Exercise data:
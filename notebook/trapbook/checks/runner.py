"""Run every family's checks on one run, most severe first."""

from __future__ import annotations

from collections.abc import Callable
from typing import Any

from .. import amounts
from ..errors import ChemistryError, TrapbookError
from ..records import Run, load_run
from .addition_order import check_steps, check_trap_order
from .amounts import check_amounts_known, check_concentration, check_fluoride, check_trap_amount
from .context import Context, timeline
from .finding import RANK, Finding
from .hazards import check_hazards
from .hrms import check_hrms, check_product_formula
from .outcome import check_outcome
from .settings import CheckSettings
from .spectrum import check_spectrum
from .strain import check_alignment, check_strain
from .temperature import check_sealed_gas, check_temperatures, check_vessel_fill
from .water import check_water
from .weighed import check_weighed

_CHECKS: tuple[Callable[[Context], list[Finding]], ...] = (
    check_trap_order,
    check_strain,
    check_amounts_known,
    check_weighed,
    check_trap_amount,
    check_fluoride,
    check_temperatures,
    check_sealed_gas,
    check_vessel_fill,
    check_alignment,
    check_water,
    check_concentration,
    check_steps,
    check_outcome,
    check_spectrum,
    check_hrms,
    check_product_formula,
    check_hazards,
)


def _as_dict(value: Any, what: str) -> dict | None:
    if value is None:
        return None
    if not isinstance(value, dict):
        raise TrapbookError(
            f"{what} must be the dict the strain engine returns (got {type(value).__name__})",
            "pass the engine's result unchanged, or None",
        )
    return value


def _context(run: Run, strain, alignment, settings) -> Context:
    ctx = Context(run, settings, strain, alignment, timeline(run))
    try:
        ctx.table = amounts.compute(run)
    except TrapbookError as exc:
        ctx.table_error = exc
    return ctx


def run_checks(
    run: Run | dict, *, strain: dict | None = None, alignment: dict | None = None, settings: CheckSettings | None = None
) -> list[Finding]:
    """All findings for a run, most severe first, in a fixed order within each severity."""
    if isinstance(run, dict):
        run = load_run(run)
    if not isinstance(run, Run):
        raise TrapbookError(f"run_checks needs a run (got {type(run).__name__})", "load the run file first")
    if settings is not None and not isinstance(settings, CheckSettings):
        raise TrapbookError("settings must be CheckSettings", "build them with CheckSettings.from_dict(...)")
    ctx = _context(run, _as_dict(strain, "strain"), _as_dict(alignment, "alignment"), settings or CheckSettings())
    findings: list[Finding] = []
    for check in _CHECKS:
        try:
            findings += check(ctx)
        except (TrapbookError, ChemistryError) as exc:
            what = check.__name__.removeprefix("check_").replace("_", " ")
            findings.append(Finding("check-incomplete", "note", f"The {what} check could not finish: {exc.message}."))
    return sorted(findings, key=lambda f: RANK[f.severity])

Task details: Starting at the line with "from ..errors import" and ending at the line with "from .strain import", print each line of the listing above exactly, with no other lines.

Output of the exercise:
from ..errors import ChemistryError, TrapbookError
from ..records import Run, load_run
from .addition_order import check_steps, check_trap_order
from .amounts import check_amounts_known, check_concentration, check_fluoride, check_trap_amount
from .context import Context, timeline
from .finding import RANK, Finding
from .hazards import check_hazards
from .hrms import check_hrms, check_product_formula
from .outcome import check_outcome
from .settings import CheckSettings
from .spectrum import check_spectrum
from .strain import check_alignment, check_strain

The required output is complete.